[SIG-IDtheft] US News & World Reports: Staying Safe Online Banking....
britta at projectliberty.org
Thu Aug 16 15:38:06 EDT 2007
Article from today that might be of interest to the group:
Banking Online? Tips for Staying Safe Phony E-mails asking for personal
information and other scams can drain your accounts By Kimberly Palmer
Phishing, a technique by which scammers try to gain access to personal
information, is one of the most common threats to online banking security.
Phishers send E-mails, often claiming to be from a bank, and ask the
recipient to click on a link and fill out personal information. The scammer
then uses that information to empty bank accounts or steal identities.
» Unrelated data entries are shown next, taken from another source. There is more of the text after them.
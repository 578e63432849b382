// Words the computation writes that reach a screen: a scanned label's GS1 pairing warnings (receiving) and a
// reorder line's working (the buyer's drawer). Both arrive coded with their figures; this words them as the
// screens do, in English and in Spanish, and fails when a Spanish reader would get the English text.
import { afterEach, beforeAll, describe, expect, it } from 'vitest'
import { i18n } from '@/i18n'
import { problemText } from '@/i18n/errorText'
import enErrors from '@/i18n/en/errors'
import esErrors from '@/i18n/es/errors'
import enReceiving from '@/i18n/en/receiving'
import esReceiving from '@/i18n/es/receiving'
import enReorder from '@/i18n/en/reorder'
import esReorder from '@/i18n/es/reorder'
import { AI_ORDER, checkPairings, type Gs1Fields } from '@shared/barcode/elementString'
import { classifyScan } from '@shared/barcode/scan'
import { reorderSuggestion, type ReorderInput } from '@shared/inventory/reorder'
import type { ReorderStep } from '@shared/inventory/reorderWords'
import { readReceivingScan } from '@shared/purchasing/receiveScan'

const speak = (locale: 'en' | 'es') => {
  i18n.global.locale.value = locale
}
beforeAll(() => {
  i18n.global.mergeLocaleMessage('en', { errors: enErrors, receiving: enReceiving, reorder: enReorder })
  i18n.global.mergeLocaleMessage('es', { errors: esErrors, receiving: esReceiving, reorder: esReorder })
})
afterEach(() => speak('en'))

// A valid GTIN-14 and SSCC (mod-10 check digits as GS1 General Specifications 7.9.1 computes them, worked by hand).
const GTIN = '09506000134352'
const SSCC = '095287654321012346'
const SAMPLE: Record<string, string> = { '00': SSCC, '01': GTIN, '02': GTIN, '10': 'R1', '11': '240101', '17': '281231', '21': 'S1', '37': '12', '400': 'PO1' }

function everyCombination(): Gs1Fields[] {
  const out: Gs1Fields[] = []
  for (let mask = 1; mask < 1 << AI_ORDER.length; mask++) {
    const fields: Gs1Fields = {}
    AI_ORDER.forEach((ai, i) => { if (mask & (1 << i)) fields[ai] = SAMPLE[ai] })
    out.push(fields)
  }
  return out
}

describe('GS1 pairing warnings in the reader’s language', () => {
  const breaches = everyCombination().flatMap((fields) => checkPairings(fields))

  it('every breach of every combination of our AIs carries a code with words in both languages', () => {
    // source: GS1 Barcode Syntax Dictionary "ex"/"req" attributes (01 ex 02, 01 ex 37, 02 req 37, 37 req 02 and 00,
    // 10/11/17 req 01 or 02, 21 req 01): 511 combinations give breaches of all seven rules
    expect(new Set(breaches.map((b) => b.problem.code)).size).toBe(7)
    const english = new Map<string, string>()
    for (const b of breaches) english.set(JSON.stringify(b.problem), problemText(b.problem) ?? '')
    speak('es')
    for (const b of breaches) {
      const text = problemText(b.problem)
      expect(text, b.message).toBeTruthy()
      // common practice: a translation differs from the English it replaces, and never carries the log's English
      expect(text, b.message).not.toBe(english.get(JSON.stringify(b.problem)))
      expect(text, b.message).not.toContain(b.message.split(':')[1].trim())
    }
  })

  it('a (37) count beside a trade item’s (01) reads as a Spanish note at the receiving dock, never as the English rule', () => {
    // source: GS1 Barcode Syntax Dictionary, 01 ex 37 and 37 req 02, 00
    const scan = readReceivingScan(`(01)${GTIN}(37)6`, [{ poLineId: 1, sku: 'GB-1', gtin: GTIN, vendorSku: null, open: 10 }])
    expect(scan.kind).toBe('line')
    if (scan.kind !== 'line') return
    speak('es')
    const notes = scan.warnings.map((w) => i18n.global.t('receiving.warning', { text: problemText(w) ?? '' }))
    expect(notes).toHaveLength(3)
    // common practice: the English words of the rule (scan.ts logs them) never reach a Spanish reader
    for (const note of notes) {
      expect(note).toMatch(/^Nota: Esta etiqueta lleva/)
      expect(note).not.toMatch(/cannot be in one barcode|needs|count|logistic unit|trade item/)
    }
    const gs1 = classifyScan(`(01)${GTIN}(37)6`)
    expect(gs1.kind === 'gs1' && gs1.warnings.every((w) => typeof w === 'object' && 'code' in w)).toBe(true)
  })
})

describe('a reorder line’s working in the reader’s language', () => {
  // A line with every kind of step: pending units in the position, a lead time that varies, an override with its
  // reason, a vendor's pack and minimum, order-up-to, and a status decided by a comparison.
  const input: ReorderInput = {
    demand: { meanDaily: 4, sdDaily: 2, daysSinceLastUse: 1 },
    stock: { onHand: 20, onOrder: 10, reserved: 5, pending: 3 },
    unitCost: '2.50',
    policy: {
      serviceLevel: 0.95, leadTimeDays: 9, leadTimeSdDays: 2, method: 'orderUpTo', reviewPeriodDays: 7,
      costPerOrder: '40.00', holdingRatePerYear: 0.25, soonDays: 7, overstockMarginDays: 30, deadStockDays: 180,
      overrides: { orderQuantity: { value: 120, reason: 'truckload price break' } },
    },
    vendor: { packSize: 24, minimumOrder: 48 },
  }
  const word = (s: ReorderStep) => i18n.global.t(`reorder.step.${s.k}`, s.p ?? {})

  it('the English wording of each keyed step is the working the computation logs (one wording)', () => {
    const { explanation } = reorderSuggestion(input)
    expect(explanation.words.length).toBe(explanation.steps.length)
    expect(explanation.words.map(word)).toEqual(explanation.steps)
    // source: Silver, Pyke & Thomas, "Inventory and Production Management in Supply Chains", 4th ed., ch. 6:
    // safety stock with variable lead time z·√(L·σd² + d̄²·σL²); position = on hand + on order − backorders
    expect(explanation.steps).toContain('position = on hand + on order + pending − reserved = 20 + 10 + 3 − 5 = 28')
    expect(explanation.steps.some((s) => s.startsWith('SS = z·√(L·σd² + d̄²·σL²) = 1.6449 × √(9 × 2² + 4² × 2²)'))).toBe(true)
  })

  it('a Spanish reader gets every step in Spanish, the override’s own reason kept as typed', () => {
    const { explanation } = reorderSuggestion(input)
    speak('es')
    const spanish = explanation.words.map(word)
    expect(spanish).toHaveLength(explanation.steps.length)
    expect(spanish.filter((s, i) => s === explanation.steps[i]).length).toBeLessThan(spanish.length)
    // common practice: the English words of the working (position, pending, override, lot size, whole packs,
    // order, status names) never reach a Spanish reader; the symbols of the formulas (SS, ROP, EOQ, d̄) are shared
    const joined = spanish.join('\n')
    expect(joined).not.toMatch(/\b(position|on hand|on order|pending|reserved|override|lot size|whole packs|minimum|order now|order soon|overstocked|dead stock|no use|days|undefined)\b/)
    expect(joined).toContain('posición = existencias + pedido + pendiente − reservado = 20 + 10 + 3 − 5 = 28')
    expect(joined).toContain('(ajuste manual: truckload price break)')
  })

  it('every status comparison and the dead-stock steps are worded in Spanish too', () => {
    const lines: ReorderInput[] = [
      { ...input, demand: { meanDaily: 0, sdDaily: 0, daysSinceLastUse: null } },
      { ...input, demand: { meanDaily: 0.01, sdDaily: 0, daysSinceLastUse: 400 } },
      { ...input, stock: { onHand: 0, onOrder: 0, reserved: 0 }, policy: { ...input.policy, method: 'eoq', overrides: undefined } },
      { ...input, stock: { onHand: 9000, onOrder: 0, reserved: 0 } },
    ]
    speak('es')
    const seen = new Set<string>()
    for (const line of lines) {
      for (const s of reorderSuggestion(line).explanation.words) {
        seen.add(s.k)
        expect(word(s)).not.toMatch(/\b(dead stock|no use recorded|unreserved|order now|position|overstocked|ceiling|order =)\b/)
      }
    }
    // common practice: the four lines reach the dead-stock, order-now and overstocked comparisons
    for (const k of ['deadNoUse', 'deadIdle', 'orderNow', 'overstocked', 'orderLot']) expect(seen.has(k), k).toBe(true)
  })
})
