// useLoader keeps a grid's rows as they came when asked to (`shallow`): no reactive proxy per row, so a grid that
// reads every field of thousands of rows does not track each read, while a new answer still updates the page; by
// default an answer stays deeply reactive, as the forms that edit loaded data in place expect.
// source: Vue 3 documentation, Reactivity API: Advanced, shallowRef() ("the inner value is stored and exposed as-is,
// and will not be made deeply reactive"); AG Grid's Vue guide on keeping row data out of Vue's reactivity.
import { describe, expect, it } from 'vitest'
import { effect, isReactive } from 'vue'
import { useLoader } from '@/composables/useApiAction'

const answer = () => ({ rows: [{ sku: 'GB-8-CLR', onHand: 12 }, { sku: 'GB-8-ICE', onHand: 0 }] })

describe('useLoader', () => {
  it('keeps the answer as it came when shallow, and still updates on a new answer', async () => {
    const first = answer()
    let next = first
    const { data, reload } = useLoader(() => Promise.resolve(next), { shallow: true })
    let seen = 0
    effect(() => {
      void data.value
      seen++
    })
    await reload()
    expect(data.value).toBe(first) // the very object the API gave, no proxy
    expect(isReactive(data.value!.rows)).toBe(false)
    expect(isReactive(data.value!.rows[0])).toBe(false)
    const before = seen
    data.value!.rows[0].onHand = 5 // a field changed in place is not watched
    expect(seen).toBe(before)
    next = answer()
    await reload()
    expect(data.value).toBe(next)
    expect(seen).toBe(before + 1) // a new answer is
  })

  it('makes the answer deeply reactive by default', async () => {
    const { data, reload } = useLoader(() => Promise.resolve(answer()))
    await reload()
    expect(isReactive(data.value!.rows[0])).toBe(true)
  })
})
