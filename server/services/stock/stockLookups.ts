// Loads the items, bins and lots an operation names, once, in one statement, and checks they fit together.
// Outgoing moves (an issue, an adjustment) also read the item's moving-average cost in the bin's warehouse
// here, so one read serves the whole operation instead of a bin, an item and a cost row per line.
import type { EntityManager } from 'typeorm'
import { Bin } from '../../entities/Bin.js'
import type { Lot } from '../../entities/Lot.js'
import { sqlOn } from '../../db/onConnection.js'
import { AppError } from '../../errors.js'
import { groupKey } from './balanceLocks.js'
import { currentLotsById } from './currentRows.js'

/** What a stock operation needs of an item. */
export interface LookupItem {
  id: number
  sku: string
  matchLot: boolean
}

export interface Lookups {
  item(id: number): LookupItem
  bin(id: number): Bin
  lot(id: number | null): Lot | null
  /** The moving-average cost of an item in a warehouse ('0.0000' without a cost row); only when loaded with costs. */
  averageCost(itemId: number, warehouseId: number): string
  describe(k: { itemId: number; binId: number; lotId: number | null }): { sku: string; binCode: string; lotCode: string | null }
}

interface LookupRow {
  item_id: number | null
  sku: string | null
  match_lot: number | null
  bin_id: number | null
  warehouse_id: number | null
  bin_code: string | null
  kind: Bin['kind'] | null
  active: number | null
  avg_cost?: string | null
}

export async function loadLookups(
  em: EntityManager,
  refs: readonly { itemId: number; binId: number; lotId: number | null }[],
  opts: { costs?: boolean } = {},
): Promise<Lookups> {
  const pairs = new Map<string, { itemId: number; binId: number }>()
  for (const r of refs) pairs.set(`${r.itemId}:${r.binId}`, { itemId: r.itemId, binId: r.binId })
  const lotIds = [...new Set(refs.map((r) => r.lotId).filter((v): v is number => v !== null))]
  // A share-locked (current) read: a bin or lot created by a concurrent request after this transaction's
  // snapshot is invisible to a plain read under REPEATABLE READ (a 404 for a real bin), and a cost row read
  // this way holds the latest committed average until the operation commits (a receipt blending into it
  // waits; see the lock order in balanceLocks.ts). The named pairs come in as a derived table of literals.
  const named = [...pairs.values()]
  const rows: LookupRow[] = named.length
    ? await sqlOn<LookupRow[]>(
        em,
        `SELECT r.item_id AS ref_item, r.bin_id AS ref_bin, i.id AS item_id, i.sku, i.match_lot, b.id AS bin_id, b.warehouse_id, b.code AS bin_code, b.kind, b.active${
          opts.costs ? ', iw.avg_cost' : ''
        }
         FROM (${named.map(() => 'SELECT CAST(? AS UNSIGNED) AS item_id, CAST(? AS UNSIGNED) AS bin_id').join(' UNION ALL ')}) r
         LEFT JOIN items i ON i.id = r.item_id
         LEFT JOIN bins b ON b.id = r.bin_id${opts.costs ? '\n         LEFT JOIN item_warehouses iw ON iw.item_id = i.id AND iw.warehouse_id = b.warehouse_id' : ''}
         LOCK IN SHARE MODE`,
        named.flatMap((p) => [p.itemId, p.binId]),
      )
    : []
  const lots = await currentLotsById(em, lotIds)
  const itemMap = new Map<number, LookupItem>()
  const binMap = new Map<number, Bin>()
  const costMap = new Map<string, string>()
  for (const r of rows) {
    if (r.item_id !== null) itemMap.set(Number(r.item_id), { id: Number(r.item_id), sku: r.sku!, matchLot: Boolean(Number(r.match_lot)) })
    if (r.bin_id !== null) {
      binMap.set(Number(r.bin_id), Object.assign(new Bin(), {
        id: Number(r.bin_id), warehouseId: Number(r.warehouse_id), code: r.bin_code!, kind: r.kind!, active: Boolean(Number(r.active)),
      }))
    }
    if (r.item_id !== null && r.bin_id !== null && r.avg_cost != null) {
      costMap.set(groupKey({ itemId: Number(r.item_id), warehouseId: Number(r.warehouse_id) }), r.avg_cost)
    }
  }
  const lotMap = new Map(lots.map((l) => [l.id, l]))
  for (const r of refs) {
    if (!itemMap.has(r.itemId)) throw AppError.notFound('item_not_found', `Item ${r.itemId} was not found.`)
    if (!binMap.has(r.binId)) throw AppError.notFound('bin_not_found', `Bin ${r.binId} was not found.`)
    const lot = r.lotId === null ? null : lotMap.get(r.lotId)
    if (r.lotId !== null && !lot) throw AppError.notFound('lot_not_found', `Lot ${r.lotId} was not found.`)
    if (lot && lot.itemId !== r.itemId) {
      const sku = itemMap.get(r.itemId)!.sku
      throw AppError.badRequest('lot_other_item', `Lot ${lot.code} belongs to another item than ${sku}.`, { params: { lot: lot.code, sku } })
    }
  }
  return {
    item: (id) => itemMap.get(id)!,
    bin: (id) => binMap.get(id)!,
    lot: (id) => (id === null ? null : lotMap.get(id)!),
    averageCost: (itemId, warehouseId) => {
      if (!opts.costs) throw new Error('averageCost needs lookups loaded with costs')
      return costMap.get(groupKey({ itemId, warehouseId })) ?? '0.0000'
    },
    describe: (k) => ({
      sku: itemMap.get(k.itemId)!.sku,
      binCode: binMap.get(k.binId)!.code,
      lotCode: k.lotId === null ? null : lotMap.get(k.lotId)!.code,
    }),
  }
}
(Jeffrey MacMillian for *USN&WR*)
It's a common trick, and one that banks are getting increasingly savvy to
through stepped-up security. RSA, which provides information security for
large corporations, is one of the companies behind many of those new
security measures, including personalized images and software that sends up
red flags when a user is deviating from normal behavior.
*U.S. News* sat down with Christopher Young, vice president and general
manager of identity and access assurance for RSA, to ask him how consumers
can keep their identities safe from theft while banking online.
*How do banks prevent security problems, especially with so many people
There are many ways in which consumers' online banking can be made more
secure. Many banks now offer a set of images, asking users to select one
when opening an account. If people see that particular image each time they
log in, then they know it is really their bank's website [and not a fake
We also have risk-based analytics that measure whether you are logging in
from the same geographic location as usual, from your normal PC, and what
you're doing during your online session. If someone is checking a balance,
that would be a low-risk activity. If they are taking out large chunks of
money—or if your log-in location is in Eastern Europe instead of your home
in Illinois—that would cause the risk score to go up. If it becomes too
high, then the user might be asked for more information before proceeding.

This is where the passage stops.